There was this late-night robbery scene in a Sopranos episode. Christopher Moltisanti was one of the burglars, and he explained to the other guy that they needed to leave a brown torpedo on the rug as a kind of calling card.

I remember thinking to myself “gee, Frank Sinatra and the Ocean’s 11 guys didn’t do this when they knocked off those five casinos.”

Favorite Title of a Never-Made Film

“Blue Hands,” the title of an L.M. Kit Carson screenplay, is one of my all-time favorites. The sound of it, I mean. The attitude is so cool and just right.

The script was some kind of hipster crime thing with a surreal edge. (It ended inside a department store with several circus animals running around loose.) The hands of Riggers, the main protagonist, were robin’s egg blue. I can’t recall if it was a birth defect or tattoo, but it was just a bit that Carson threw in — the plot didn’t turn on his hands and no other characters made a big deal out of them.

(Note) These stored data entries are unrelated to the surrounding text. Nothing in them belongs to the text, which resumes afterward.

def local_partition_weights(xp, x, counts, edges, half):
    """Partition weights (n, P) of every cell of one metric group at stretched inputs x (n, d) (cells in C order)."""
    n, d = x.shape
    w = xp.ones((n, 1), dtype=x.dtype)
    rows = xp.arange(n)
    for i in range(d):
        k = int(counts[i])
        low, wl, wh = local_weights_1d(xp, x[:, i], [float(v) for v in edges[i][: k + 1]],
                                       [float(v) for v in half[i][: k + 1]], False)[:3]
        W = xp.zeros((n, k), dtype=x.dtype)
        W[rows, low] += wl
        up = xp.minimum(low + 1, k - 1)
        W[rows, up] += xp.where(low + 1 < k, wh, 0.0)
        w = xp.reshape(w[:, :, None] * W[:, None, :], (n, -1))  # C order: the last parameter fastest
    return w


def saddle_matrix(xp, x, P):
    """The interpolation matrix ``[[Phi, P], [P^T, 0]]`` of an r^5 spline plus a polynomial at points x (n, d).

    ``P`` (n, n_terms): the polynomial's monomials at x; ``Phi`` the r^5 kernel between the points
    (conditionally positive definite of order 3: the polynomial needs degree >= 2).  NumPy only.
    """
    phi = _polyharmonic(xp, x, x, False)[0]
    n, t = P.shape
    A = xp.zeros((n + t, n + t), dtype=x.dtype)
    A[:n, :n] = phi
    A[:n, n:] = P
    A[n:, :n] = xp.permute_dims(P, (1, 0))
    return A


def local_solve_cell(xp, x, Z, powers):
    """One cell's r^5 + polynomial interpolant of Z (n, k) at its points x (n, d); NumPy only.

    The polynomial is in ``(x - centre) / scale`` (the points' mean and largest
    offset).  Returns the r^5 weights (n, k), the polynomial coefficients (t, k),
    the centre (d,), the scale, and the leave-one-out residuals (n, k): with the
    inverse ``B`` of the interpolation matrix, weights ``B z`` and residuals
    ``c_i / B_ii`` (Rippa 1999) from one factorisation.  Training and the import
    of an exported file (which rebuilds the weights from the training outputs,
    :func:`local_rebuild`) call this same function, so their numbers agree bit for bit
    on one machine; on another BLAS they agree to the rounding of the solve.
    """
    centre = xp.mean(x, axis=0)
    scale = float(xp.max(xp.abs(x - centre))) or 1.0
    P = trend_terms(xp, powers, trend_plan(powers), (x - centre) / scale, False)[0]
    n = P.shape[0]
    inv = xp.linalg.inv(saddle_matrix(xp, x, P))
    sol = inv[:, :n] @ Z  # the right-hand side's polynomial rows are zero
    return sol[:n], sol[n:], centre, scale, sol[:n] / xp.diagonal(inv)[:n, None]


def local_solve_group(xp, x, Z, index, rows, counts, edges, half, powers):
    """Every cell of one metric group: weights (S, k), coefficients (P, t, k), centres (P, d), scales (P,) and the
    partition's leave-one-out residuals (n, k), from the stretched inputs x (n, d), the outputs Z (n, k) and each
    cell's points ``index[rows[p]:rows[p + 1]]``.  Since the margin is >= the overlap a cell's weight vanishes
    outside the points it learned, so the partition's residual at x_i is the weighted sum of its cells' ones."""
    weight = local_partition_weights(xp, x, counts, edges, half)
    loo = xp.zeros(Z.shape, dtype=Z.dtype)
    alphas, coefs, centres, scales = [], [], [], []
    for p in range(len(rows) - 1):
        idx = index[rows[p]:rows[p + 1]]
        a, c, centre, scale, e = local_solve_cell(xp, xp.take(x, idx, axis=0), xp.take(Z, idx, axis=0), powers)
        loo[idx] += weight[idx, p][:, None] * e
        alphas.append(a)
        coefs.append(c)
        centres.append(centre)
        scales.append(scale)
    return {"alpha": xp.concat(alphas), "patch_coef": xp.stack(coefs), "patch_centre": xp.stack(centres),
            "patch_scale": xp.asarray(scales, dtype=x.dtype), "loo": loo}


#: The arrays :func:`local_rebuild` makes from ``local_targets``: exported files of local models leave them out.
LOCAL_REBUILT = ("alpha", "patch_coef", "patch_centre", "patch_scale", "loo_residual")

I read “Blue Hands” in ’87 or thereabouts. Over the last three decades and change I’ve been hoping the title would be used by some other film or TV series or whatever…nope.

Please share other great movie titles for films that were never made.

Speaking of hands I’ve always been grateful to my parents and grandparents that mine were never clammy or sweaty. Okay, they were occasionally moist or damp during my early childhood, I’ll admit, but now in my mid-autumnal years they’re always bone dry. Few things are more unwelcome than shaking or holding a clammy hand.

During my young-buck days I also used to have trouble with women who had pink or orange toes (or heels). I would say to myself “wow, she’s really pretty and nice but what’s with the toes?” Not their fault, of course, but I always found this to be a hurdle. I would never admit this to the woman in question, of course.